- Origin: Washington, D.C., U.S.
- Genres: Hardcore punk
- Years active: 1980–1981
- Label: Dischord
- Past members: Henry Rollins Michael Hampton Wendel Blow Simon Jacobsen Ivor Hanson

= State of Alert =

American hardcore punk band

State of Alert (often abbreviated to S.O.A.) was an American hardcore punk group formed in Washington, D.C., in October 1980, and active until July 1981. S.O.A. was fronted by Henry Rollins, then using his original surname Garfield.

==History==
S.O.A. was formed in October 1980, after the members of a previous group, the Extorts, lost their vocalist Lyle Preslar and hired Rollins, then known by his birth name Henry Garfield. The original lineup consisted of Rollins (vocals), Michael Hampton (guitar), Wendel Blow (bass) and Simon Jacobsen (drums).
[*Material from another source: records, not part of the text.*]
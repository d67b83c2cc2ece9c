"""Drawing of fixed points results (matplotlib only; called by the results' ``.plot``)."""

from __future__ import annotations

from typing import Any

import numpy as np


def draw_fixed_points(result, ax: Any = None, *, coords: Any, along: Any, labels: Any,
                      dims: int, background: Any = None, direction_length: float | None = None,
                      show_slow: bool = True):
    """Draw the points at ``coords(points)`` with their unstable directions ``along(D)``.

    ``background`` (b, t, dims) are trajectories drawn faintly behind; ``labels`` name the axes.
    """
    from .pca import set_limits
    from .style import get_axes

    ax = get_axes(ax, projection="3d" if dims == 3 else None)
    if dims == 3:
        ax.computed_zorder = False  # keep the points above the trajectories
    extent = []
    if background is not None:
        _draw_background(ax, background)
        extent.append(background.reshape(-1, dims))
    keep = np.ones(len(result), bool) if show_slow else result.is_fixed
    P = coords(result.points[keep])  # (m, dims)
    extent.append(P)
    pts = np.concatenate(extent) if extent else np.zeros((0, dims))
    span = float(np.max(np.ptp(pts, axis=0))) if pts.shape[0] > 1 else 1.0
    length = direction_length if direction_length is not None else 0.1 * (span or 1.0)
    extent += _draw_directions(ax, result, keep, coords, along, length)
    _draw_points(ax, result, keep, P)
    if len(pts):
        set_limits(ax, extent, dims)
    ax.set_xlabel(labels[0])
    ax.set_ylabel(labels[1])
    if dims == 3:
        ax.set_zlabel(labels[2])
    x_desc = "input held at zero" if not np.any(result.x) else "input held constant"
    ax.set_title(f"fixed points ({x_desc}): {result.n_fixed} fixed, {result.n_slow} slow")
    ax.legend(loc="best", fontsize="small")
    return ax


_MARKERS = {
    "stable": {"marker": "o", "color": "tab:blue"},
    "saddle": {"marker": "X", "color": "tab:orange"},
    "unstable": {"marker": "o", "facecolors": "none", "edgecolors": "tab:red"},
    "marginal": {"marker": "D", "color": "tab:green"},
}


# ---------------------------------------------------------------------- drawing
def _draw_background(ax, P: np.ndarray) -> None:
    b, t, dims = P.shape
    if t < 2:
        return
    segs = np.stack([P[:, :-1], P[:, 1:]], axis=2).reshape(b * (t - 1), 2, dims)
    if dims == 3:
        from mpl_toolkits.mplot3d.art3d import Line3DCollection as Collection
    else:
        from matplotlib.collections import LineCollection as Collection
    ax.add_collection(Collection(segs, colors="0.75", linewidths=0.5, alpha=0.4, zorder=1,
                                 label="trajectories"))


def _draw_directions(ax, fp: Any, keep, coords, along, length) -> list[np.ndarray]:
    drawn = []
    for i in np.nonzero(keep)[0]:
        D = fp.unstable_directions[i]
        if D.shape[0] == 0:
            continue
        p = coords(fp.points[i : i + 1])[0]  # (dims,)
        for d in along(D):  # (dims,)
            seg = np.stack([p - length * d, p + length * d])  # (2, dims)
            ax.plot(*seg.T, color="tab:red", lw=1.2, zorder=3, label=None if drawn else
                    "unstable direction")
            drawn.append(seg)
    return drawn


def _draw_points(ax, fp: Any, keep, P: np.ndarray) -> None:
    stab = fp.stability[keep]
    fixed = fp.is_fixed[keep]
    for cls in _MARKERS:  # the stability classes, in their order
        for is_fixed, alpha, size, tag in ((True, 1.0, 50, ""), (False, 0.4, 20, " (slow)")):
            sel = (stab == cls) & (fixed == is_fixed)
            if not sel.any():
                continue
            ax.scatter(*P[sel].T, s=size, alpha=alpha, zorder=4 if is_fixed else 3,
                       linewidths=1.5, label=f"{cls}{tag} ({int(sel.sum())})", **_MARKERS[cls])
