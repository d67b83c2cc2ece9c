"""Drawing of gradient flow results (matplotlib only; called by the results' ``.plot``)."""

from __future__ import annotations

import math
from typing import Any

import numpy as np


def draw_gradient_flow(result, ax: Any = None, *, sample: int | None = None, norm: str = "spectral",
                       **kw: Any):
    """log10 of the gradient norm against the lag, with the fitted line.

    ``sample=None`` draws the median over samples with the 10-90% band of the samples;
    the dashed line is the pooled fit, its slope the rate in the title.
    """
    from .style import get_axes

    if norm not in ("spectral", "frobenius"):
        raise ValueError(f"norm must be 'spectral' or 'frobenius', got {norm!r}")
    ax = get_axes(ax)
    logs = (result.log_norms if norm == "spectral" else result.log_frobenius) / math.log(10)
    B = logs.shape[0]
    x = result.lags
    with np.errstate(all="ignore"):
        if sample is None:
            finite = np.where(np.isfinite(logs), logs, np.nan)
            ok = ~np.isnan(finite).all(axis=0)
            mid = np.full(x.shape, np.nan)
            mid[ok] = np.nanmedian(finite[:, ok], axis=0)
            if B > 1 and ok.any():
                lo = np.full(x.shape, np.nan)
                hi = np.full(x.shape, np.nan)
                lo[ok], hi[ok] = np.nanquantile(finite[:, ok], [0.1, 0.9], axis=0)
                ax.fill_between(x, lo, hi, color="C0", alpha=0.2, lw=0,
                                label="10-90% of samples")
            label = f"median of {B} samples" if B > 1 else f"sample {result.samples[0]}"
        else:
            if not -B <= sample < B:
                raise ValueError(f"sample must be in [0, {B}), got {sample}")
            mid, label = logs[sample], f"sample {result.samples[sample]}"
    ax.plot(x, mid, color="C0", lw=kw.get("lw", 1.5), label=label)
    if np.isfinite(result.rate) and norm == "spectral":
        ax.plot(x, (result.intercept + result.rate * x) / math.log(10), "k--", lw=1.0,
                label=f"fit: {result.rate:+.3g} per step")
    ax.axhline(0.0, color="0.6", lw=0.8, ls=":")
    what = "||d s_T / d s_t||" + ("_2" if norm == "spectral" else "_F")
    ax.set_xlabel("lag T - t (steps)")
    ax.set_ylabel(f"log10 {what}")
    ax.set_title(f"{result.metadata.get('model_class', 'system')}: gradient flow, "
                 f"{result.verdict}")
    ax.legend(fontsize="small", loc="best")
    return ax


def draw_loss_gradient_norms(result, ax: Any = None, *, sample: int | None = None, **kw: Any):
    """||dL/ds_t|| over the steps t on a log axis (median over samples, or one sample);
    grey ticks mark the steps the loss reads."""
    from .style import finish_step_axes, get_axes, sample_or_median

    ax = get_axes(ax)
    B, T = result.norms.shape
    y = sample_or_median(result.norms, sample)
    label = (f"median of {B} samples" if B > 1 else "sample 0") if sample is None \
        else f"sample {sample}"
    ax.plot(np.arange(T), y, lw=kw.get("lw", 1.5), label=label)
    if result.loss_steps is not None:
        for t in result.loss_steps:
            ax.axvline(t, color="0.7", lw=0.8, ls=":")
    return finish_step_axes(
        ax, y, "||dL / ds_t||",
        f"{result.metadata.get('model_class', 'model')}: loss gradient per step")
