"""Drawing of bootstrap results (matplotlib only; called by the results' ``.plot``)."""

from __future__ import annotations

from typing import Any

import numpy as np


def draw_intervals(result, ax: Any = None, **kw: Any):
    """Each figure with its interval as an error bar (one row per figure)."""
    from .style import get_axes

    ax = get_axes(ax)
    y = np.arange(len(result.figures))
    v = result.values
    err = np.vstack([np.where(np.isfinite(result.low), v - result.low, 0.0),
                     np.where(np.isfinite(result.high), result.high - v, 0.0)])
    ax.errorbar(v, y, xerr=np.abs(err), fmt="o", capsize=3, **kw)
    ax.set_yticks(y, list(result.figures))
    ax.set_xlabel(f"value ({result.level:.0%} interval)")
    return ax
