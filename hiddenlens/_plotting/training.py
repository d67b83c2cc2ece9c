"""Drawing of training results (matplotlib only; called by the results' ``.plot``)."""

from __future__ import annotations

from collections.abc import Sequence
from typing import Any

import numpy as np


def plot_timeline(table: Any, ax: Any = None, *, figures: Sequence[str] | None = None,
                  label: str | None = None, color: Any = None, bands: bool = True):
    """Draw a (step, figure, value, low, high) table: one panel per figure, against step.

    ``ax`` may hold one Axes per figure (draw several runs on the same panels, each with its
    ``label`` and ``color``); ``bands=False`` leaves out the interval bands.
    """
    import matplotlib.pyplot as plt

    names = list(figures) if figures is not None else list(dict.fromkeys(table["figure"]))
    if ax is None:
        fig, axes = plt.subplots(len(names), 1, figsize=(6, 2.2 * max(len(names), 1)),
                                 sharex=True, squeeze=False)
        axes = list(axes[:, 0])
    else:
        from matplotlib.axes import Axes

        axes = list(np.ravel(np.asarray(ax, dtype=object)))
        if not all(isinstance(a, Axes) for a in axes):
            raise TypeError(f"ax must be matplotlib Axes, one per figure (e.g. from "
                            f"plt.subplots({len(names)})), or None for a new figure, got "
                            f"{type(ax).__name__}")
        if len(axes) != len(names):
            raise ValueError(f"ax must hold one Axes per figure ({len(names)}), got {len(axes)}")
    for a, name in zip(axes, names, strict=True):
        d = table[table["figure"] == name].sort_values("step")
        line = a.plot(d["step"], d["value"], marker="o", ms=3, label=label, color=color)[0]
        if bands:
            a.fill_between(d["step"], d["low"], d["high"], alpha=0.25,
                           color=line.get_color())
        a.set_ylabel(name, fontsize=8)
    axes[-1].set_xlabel("training step")
    return axes if len(axes) > 1 else axes[0]


def draw_sweep(result, figure: str, param: str, ax: Any = None, **kw: Any):
    """``figure`` against hyperparameter ``param``, with interval error bars."""
    from .style import get_axes

    if figure not in result.figures:
        raise ValueError(f"figure {figure!r} is not in this sweep; it has "
                         f"{', '.join(result.figures)}")
    if param not in result.params:
        raise ValueError(f"param {param!r} is not in this sweep; it has "
                         f"{', '.join(result.params) or 'no params (pass params=)'}")
    j = result.figures.index(figure)
    x = np.asarray(result.params[param], dtype=float)
    order = np.argsort(x, kind="stable")
    v, lo, hi = result.values[order, j], result.low[order, j], result.high[order, j]
    ax = get_axes(ax)
    err = np.vstack([np.nan_to_num(v - lo), np.nan_to_num(hi - v)])
    ax.errorbar(x[order], v, yerr=np.abs(err), marker="o", capsize=3, **kw)
    ax.set_xlabel(param)
    ax.set_ylabel(figure)
    return ax
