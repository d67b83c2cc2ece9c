"""Every row of the bad-input table in docs/bad-inputs.md, called and checked against its message.

The tables headed ``| function | input | message |`` are read from the page; each row has a case
here (keyed by its function and input cells) that makes the call. A message of the form
``SomeError: text … more text`` must be raised (``SomeWarning: …`` warned) with the fragments
between the ellipses appearing in order; a message starting ``no error`` is a call that must
succeed, and its case checks what the page says of the result. Every public name of
``hiddenlens._LAZY`` must appear in a row's function cell, so a new public function or class
cannot be added without its row.
"""

from __future__ import annotations

import builtins
import functools
import math
import re
import warnings
from pathlib import Path

import numpy as np
import pytest
import torch
from torch import nn

import hiddenlens as hl
from hiddenlens._core.options import OptionError

DOC = Path(__file__).resolve().parents[1] / "docs" / "bad-inputs.md"
HEADER = "| function | input | message |"


def _doc_rows() -> list[tuple[str, str, str]]:
    rows, inside = [], False
    for line in DOC.read_text(encoding="utf-8").splitlines():
        if line.strip() == HEADER:
            inside = True
            continue
        if not inside:
            continue
        if not line.startswith("|"):
            inside = False
            continue
        if set(line) <= set("|- "):
            continue
        cells = [c.strip() for c in line.strip().strip("|").split(" | ")]
        assert len(cells) == 3, f"a row of the bad-input table needs 3 cells: {line!r}"
        rows.append(tuple(cells))
    return rows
During December 1980 and January 1981, the group recorded the 10-song 7-inch EP No Policy at Inner Ear Studios in Arlington, Virginia, produced by Skip Groff and engineered by Inner Ear owner Don Zientara. It was released on Dischord Records in March 1981, as the label's second release. No Policy was financed by Rollins, as Dischord was tied up in releasing Minor Threat's debut EP.

Circa April 1981, drummer Jacobsen was replaced by Ivor Hanson. At the time, Hanson's father was a top admiral in the US Navy and his family lived on the grounds of the Naval Observatory. The band held their practices there and had to be let in by Secret Service agents.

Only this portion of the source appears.